The kind of support I got from Deis the company is really without comparison
when it comes to Open Source projects anywhere else.

The fact that v2 is a drop-in replacement for v1 really eases the sting of the
fact that there is no direct upgrade path. I still have an old Deis v1 kicking
around because I left the company, transitioned to hourly, and made an
agreement to draw down my hours at this company, where we are in reality
hardly using Deis at all. But in the small capacity we are using it, there is
what I'd call "VMware Levels of Reliability" and so it successfully became a
piece of the infrastructure there.

So it is disingenuous for me to say that I was not able to upgrade my v1
installation. The reason I was not able to upgrade is because there was not
strong interest in upgrading. The unsupported product is as good as our (also
unsupported! but luckily not End-of-Life) VSphere and VSan environment.

It is a different product to me, in short because I am the one administering
it.
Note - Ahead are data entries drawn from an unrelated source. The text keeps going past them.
import request from 'supertest';
import type { LiveEvent } from '../../events/event-bus';
import { RedisEventBus } from '../../events/redis-event-bus';
import { createProfile, longTableCsv, readingCount, settled } from '../../ingest/__tests__/ingest-helpers';
import { DEMO_EMAILS, startTestApp, type TestApp } from '../../testing/test-app';
import { describeWithRedis, removeRedisKeys, TEST_REDIS_URL, testRedisConfig } from '../../testing/redis';

jest.setTimeout(60_000);

/**
 * Two apps on one database (SQLite file, or on the PostgreSQL pass one schema) and one Redis prefix, as two
 * server processes would be: one queue, one event channel, one set of sign-in counts.
 */
describeWithRedis('two apps sharing Redis', () => {
  const redis = testRedisConfig('apps');
  let one: TestApp;
  let two: TestApp;

  beforeAll(async () => {
    const env = { QUEUE_URL: TEST_REDIS_URL, QUEUE_PREFIX: redis.prefix, LOGIN_RATE_LIMIT: '3' };
    one = await startTestApp(env);
    two = await startTestApp(env, one.dir);
  });
  afterAll(async () => {
    await two?.shutDown();
    await one?.stop();
    await removeRedisKeys(redis.prefix);
  });

  it('runs on BullMQ and the Redis event bus', () => {
    expect(one.queues.describe()).toContain('BullMQ');
    expect(one.events).toBeInstanceOf(RedisEventBus);
    expect(two.events).toBeInstanceOf(RedisEventBus);
  });

  it('when failed sign-ins are spread over both apps then the one limit still holds', async () => {
    const [a, b] = [await one.agent(), await two.agent()];
    const wrong = { email: DEMO_EMAILS.scientist, password: 'not-the-password' };
    expect((await a.post('/api/auth/login').send(wrong)).status).toBe(401);
    expect((await b.post('/api/auth/login').send(wrong)).status).toBe(401);
    expect((await a.post('/api/auth/login').send(wrong)).status).toBe(401);
    // The fourth, on the app that has seen only one: counted in Redis, it is over the limit of 3.
    const res = await b.post('/api/auth/login').send(wrong);
    expect(res.status).toBe(429);
    expect(res.body.error.code).toBe('too_many_attempts');
    // Another account from the same address is counted apart.
    const other = { email: DEMO_EMAILS.lab_manager, password: 'not-the-password' };
    expect((await b.post('/api/auth/login').send(other)).status).toBe(401);
  });

  it('when reset requests are spread over both apps then their limit holds too', async () => {
    const [a, b] = [await one.agent(), await two.agent()];
    const ask = (agent: typeof a) =>
      agent.post('/api/auth/forgot-password').send({ email: DEMO_EMAILS.admin });
    expect((await ask(a)).status).toBe(202);
    expect((await ask(b)).status).toBe(202);
    expect((await ask(a)).status).toBe(202);
    expect((await ask(b)).status).toBe(429);
  });

  it('when files arrive at both apps then each is stored once and both apps’ live listeners hear of every one', async () => {
    const { profile, token } = await createProfile(await one.agent('admin'));
    const heard = new Map<TestApp, LiveEvent[]>([
      [one, []],
      [two, []],
    ]);
    const local = new Map<TestApp, number[]>([
      [one, []],
      [two, []],
    ]);
    for (const app of [one, two]) {
      app.events.subscribe((e) => {
        if (e.type === 'file.stored') heard.get(app)!.push(e);
      });
      app.events.subscribeLocal((e) => {
        if (e.type === 'file.stored') local.get(app)!.push(e.data.id);
      });
    }
    const ids: number[] = [];
    for (let i = 0; i < 20; i++) {
      const app = i % 2 ? two : one;
      const res = await request(app.app)
        .post('/api/ingest')
        .set('Authorization', `Bearer ${token}`)
        .attach('file', Buffer.from(longTableCsv(500 + i)), `RUN-${500 + i}.csv`);
      expect(res.status).toBe(202);
      ids.push(res.body.id);
    }
    for (const id of ids) expect((await settled(one, id, 30_000)).status).toBe('unassigned');
    const heardIds = (app: TestApp) => new Set(heard.get(app)!.map((e) => e.data.id));
    const deadline = Date.now() + 10_000;
    while ([one, two].some((app) => heardIds(app).size < ids.length) && Date.now() < deadline)
      await new Promise((r) => setTimeout(r, 20));

    for (const app of [one, two]) expect([...heardIds(app)].sort((a, b) => a - b)).toEqual(ids);
    // Each file was stored by exactly one of the two apps: it told its own listeners once.
    expect([...local.get(one)!, ...local.get(two)!].sort((a, b) => a - b)).toEqual(ids);
    for (const id of ids) expect(await readingCount(one, id)).toBe(96);
    expect(profile.id).toBeGreaterThan(0);
  });
});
It runs on a different platform altogether, it has no distributed
filesystem component where the old version did, and it has not really harmed
me in any way that there is no upgrade path. It is just a couple of facts that
led me to the conclusion that they are in fact distinct and other products
that are not directly related to each other, except that they could easily
pass for one another if you asked a user.
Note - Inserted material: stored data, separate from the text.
import { benesiHildebrand } from './benesi-hildebrand';
import { blankCorrection } from './blank';
import { calibrate, CalibrationResult, CalibrationStandard } from './calibration';
import { mixtureInitialConcentrations } from './dilution';
import { fitEquilibriumModel, GlobalFitResult } from './global-fit';
import { concentrationFromAbsorbance } from './inverse-prediction';
import { jobAnalysis } from './job';
import { findJobSeries } from './job-series';
import { kStatistics, KStatistics } from './k-statistics';
import { MixtureMeasurement } from './mixture-measurement';
import { monteCarloK } from './monte-carlo';
import { AnalysisSettings, resolveAnalysisSettings, ResolvedAnalysisSettings } from './options';
import { replicateStats } from './replicates';
import { parseStoichiometry, Stoichiometry } from './stoichiometry-model';
import { rankStoichiometries } from './stoichiometry-ranking';
import { propagateKUncertainty } from './uncertainty-propagation';
import { epsilonSourceOf } from './epsilon-source';
import { kHeadline } from './k-headline';
import { findMoleRatioSeries } from './mole-ratio-series';
import { moleRatioAnalysis } from './mole-ratio';
import { EPSILON_UNIT, formatK, formatNumber, K_CONCENTRATION_CONSTANT_NOTE, kUnit } from './number-format';
import { crossCheckNotes, intervalsOverlap, stoichiometryCrossChecks } from './stoichiometry-cross-checks';
import { Reading, SampleDefinition } from './types';
import {
  BATCH_RESULT_SCHEMA_VERSION,
  BatchResult,
  BenesiHildebrandBatchResult,
  CandidateResult,
  JobBatchResult,
  MixtureResult,
  MoleRatioBatchResult,
  PositionResult,
  QcCode,
  QcFlag,
  ReplicateGroupResult,
  StoichiometryResult,
  UncertaintyResult,
  UnknownResult,
} from './batch-types';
I am really happy for you guys, Microsoft is a real big name compared to
EngineYard, and while I could get behind EY+Deis, it's a hard sell for the
Design Review Board. But I can tell them "look, Microsoft is doing this now"
and they will know what that means instantly. Big guns. No joke software.

This is how I've actually felt about Deis from the beginning, but now it's
going to be a much easier sell to get Big Wigs to sign off on. Nobody ever got
fired for buying Microsoft!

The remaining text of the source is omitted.